In Figure 5, a comparison of various forecasting methods is conducted to show the difference between the actual electricity price and the forecasted one. Accordingly, the proposed method has the lowest difference among actual and forecasted price.

Furthermore, in Figure 6, the variance of different forecasting methods is demonstrated. As can be seen, ARIMA has the worst, and the proposed method has the best situation, in these figures.

5. Conclusions

In this paper, a hybrid method has been utilized to forecast day-ahead prices in a competitive electricity market with high penetration of wind power generation. In the proposed methodology, a combination of Wavelet transform, bivariate ARIMA, and RBFN has been applied. In addition to past electricity price data, prior wind speed data has been added as a second variable to the ARIMA method as well.
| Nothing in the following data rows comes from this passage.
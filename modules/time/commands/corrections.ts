import "server-only";
import { randomUUID } from "node:crypto";
import { and, eq, isNull, ne, sql } from "drizzle-orm";
import { correctionRequests, people, punches, timeEntries } from "@/db/schema";
import { defineCommand } from "@/modules/access/command";
import { personIdOf, type TxContext } from "@/modules/access/context";
import { rolesFor } from "@/modules/access/roles";
import { ok, refuse, type Refused } from "@/modules/kernel/result";
import { typedSpan } from "../domain/typed-span";
import { answerInput, askCorrectionInput, enterTimeInput, setAsideInput } from "../input";
import { recordSpan } from "../ledger/record-span";

/** Asks that one's own time be put right; somebody else accepts it. */
export const askCorrection = defineCommand({
  name: "time.askCorrection", act: "time.see-own", input: askCorrectionInput,
  run: async (ctx, input) => {
    const personId = personIdOf(ctx);
    if (!personId) return refuse("NOT_A_PERSON", "A person asks for their own correction.");
    const span = typedSpan(input, ctx.shop.zone, ctx.now);
    if (!span.ok) return span;
    if (input.timeEntryId) {
      const [old] = await ctx.tx.select({ id: timeEntries.id }).from(timeEntries).where(and(
        eq(timeEntries.shopId, ctx.shop.id), eq(timeEntries.id, input.timeEntryId), eq(timeEntries.personId, personId), eq(timeEntries.clock, input.clock), isNull(timeEntries.voidedAt)));
      if (!old) return refuse("NOT_FOUND", "This entry is not yours, or it was corrected already.");
    }
    const id = randomUUID();
    await ctx.tx.insert(correctionRequests).values({
      shopId: ctx.shop.id, id, personId, timeEntryId: input.timeEntryId, clock: input.clock, operationId: input.operationId, indirectCode: input.indirect, ...span.value, reason: input.reason, askedAt: ctx.now,
    });
    return ok({ id });
  },
  subject: (_, value) => ({ kind: "correction", id: value.id }),
});

/** Nobody accepts their own time. Where nobody else may, it is allowed and marked "alone". */
async function notOwn(ctx: TxContext, personId: string): Promise<Refused | "alone" | null> {
  if (personIdOf(ctx) !== personId) return null;
  const others = await ctx.tx.select({ id: people.id }).from(people).where(and(
    eq(people.shopId, ctx.shop.id), isNull(people.leftAt), ne(people.id, personId), sql`${people.roles} && ${sql.raw(`array[${rolesFor("time.correct").map((r) => `'${r}'`).join(",")}]::text[]`)}`)).limit(1);
  return others.length ? refuse("OWN_TIME", "Nobody accepts their own time. Ask for a correction; somebody else accepts it.") : "alone";
}

async function openRequest(ctx: TxContext, id: string) {
  const [request] = await ctx.tx.select().from(correctionRequests).where(and(eq(correctionRequests.shopId, ctx.shop.id), eq(correctionRequests.id, id))).for("update");
  return request && request.answer === null ? request : null;
}
const answered = () => refuse("ALREADY_ANSWERED", "This was answered already.");

export const acceptCorrection = defineCommand({
  name: "time.acceptCorrection", act: "time.correct", input: answerInput,
  subject: (input) => ({ kind: "correction", id: input.id }),
  run: async (ctx, { id, note }) => {
    const request = await openRequest(ctx, id);
    const by = personIdOf(ctx);
    if (!request || !by) return answered();
    const own = await notOwn(ctx, request.personId);
    if (own && own !== "alone") return own;
    const done = await recordSpan(ctx, {
      personId: request.personId, clock: request.clock === "door" ? "door" : "bench", operationId: request.operationId, indirect: request.indirectCode, startedAt: request.startedAt, endedAt: request.endedAt,
      reason: `${own ? "alone: " : ""}${request.reason}`, source: "correction", enteredBy: request.personId, acceptedBy: by, replacesId: request.timeEntryId, isDone: false,
    });
    if (!done.ok) return done;
    await ctx.tx.update(correctionRequests).set({ answer: note ? `accepted: ${note}` : "accepted", answeredBy: by, answeredAt: ctx.now }).where(and(eq(correctionRequests.shopId, ctx.shop.id), eq(correctionRequests.id, id)));
    return ok({ id, entryId: done.value.id });
  },
});

export const refuseCorrection = defineCommand({
  name: "time.refuseCorrection", act: "time.correct", input: setAsideInput,
  subject: (input) => ({ kind: "correction", id: input.id }),
  run: async (ctx, { id, reason }) => {
    const request = await openRequest(ctx, id);
    if (!request) return answered();
    const own = await notOwn(ctx, request.personId);
    if (own && own !== "alone") return own;
    await ctx.tx.update(correctionRequests).set({ answer: `refused: ${reason}`, answeredBy: personIdOf(ctx), answeredAt: ctx.now }).where(and(eq(correctionRequests.shopId, ctx.shop.id), eq(correctionRequests.id, id)));
    return ok({ id });
  },
});

/** A lead or manager enters another's time with a reason, or puts an entry right. The entry replaced stays readable. */
export const enterTime = defineCommand({
  name: "time.enterTime", act: "time.correct", input: enterTimeInput,
  run: async (ctx, input) => {
    const by = personIdOf(ctx);
    if (!by) return refuse("NOT_A_PERSON", "A person enters time.");
    const own = await notOwn(ctx, input.personId);
    if (own && own !== "alone") return own;
    const span = typedSpan(input, ctx.shop.zone, ctx.now);
    if (!span.ok) return span;
    return recordSpan(ctx, {
      personId: input.personId, clock: input.clock, operationId: input.operationId, indirect: input.indirect, ...span.value, reason: `${own ? "alone: " : ""}${input.reason}`, source: "manager",
      enteredBy: by, acceptedBy: by, replacesId: input.replacesId, isDone: input.isDone,
    });
  },
  subject: (_, value) => ({ kind: "timeEntry", id: value.id }),
});

/** Takes an entry out of the count, with a reason; it stays readable. */
export const setAsideEntry = defineCommand({
  name: "time.setAsideEntry", act: "time.correct", input: setAsideInput,
  subject: (input) => ({ kind: "timeEntry", id: input.id }),
  run: async (ctx, { id, reason }) => {
    const at = and(eq(timeEntries.shopId, ctx.shop.id), eq(timeEntries.id, id), isNull(timeEntries.voidedAt));
    const [entry] = await ctx.tx.select({ personId: timeEntries.personId }).from(timeEntries).where(at);
    if (!entry) return refuse("NOT_FOUND", "This entry is not there, or it was corrected already.");
    const own = await notOwn(ctx, entry.personId);
    if (own && own !== "alone") return own;
    await ctx.tx.update(timeEntries).set({ voidedAt: ctx.now, reason, acceptedBy: personIdOf(ctx), version: sql`${timeEntries.version} + 1` }).where(at);
    return ok({ id });
  },
});

/** Somebody looked at a flagged punch and what it asked is settled. The punch itself is never changed. */
export const settlePunch = defineCommand({
  name: "time.settlePunch", act: "time.correct", input: answerInput,
  subject: (input) => ({ kind: "punch", id: input.id }),
  run: async (ctx, { id, note }) => {
    const [punch] = await ctx.tx.select({ personId: punches.personId, at: punches.at }).from(punches).where(and(eq(punches.shopId, ctx.shop.id), eq(punches.id, id)));
    if (!punch) return refuse("NOT_FOUND", "This punch is not there.");
    const own = await notOwn(ctx, punch.personId);
    if (own && own !== "alone") return own;
    const settledId = randomUUID();
    await ctx.tx.insert(punches).values({ shopId: ctx.shop.id, id: settledId, personId: punch.personId, kind: "settled", at: punch.at, receivedAt: ctx.now, source: "manager", note: `${id} ${note}`.trim() });
    return ok({ id });
  },
});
One of the merits of the proposed model is to consider the effects of large-scale wind generators on electricity prices through the bivariate ARIMA; therefore, it is useful indeed for modern electricity markets that have many wind generators. Moreover, adding the RBFN method to W-BARIMA has a remarkable impact on decreasing forecasting errors, achieving more accurate results as compared with other methods. For future work, considering the uncertainty analysis and small-scale wind farms would serve as significant contributions to the research field.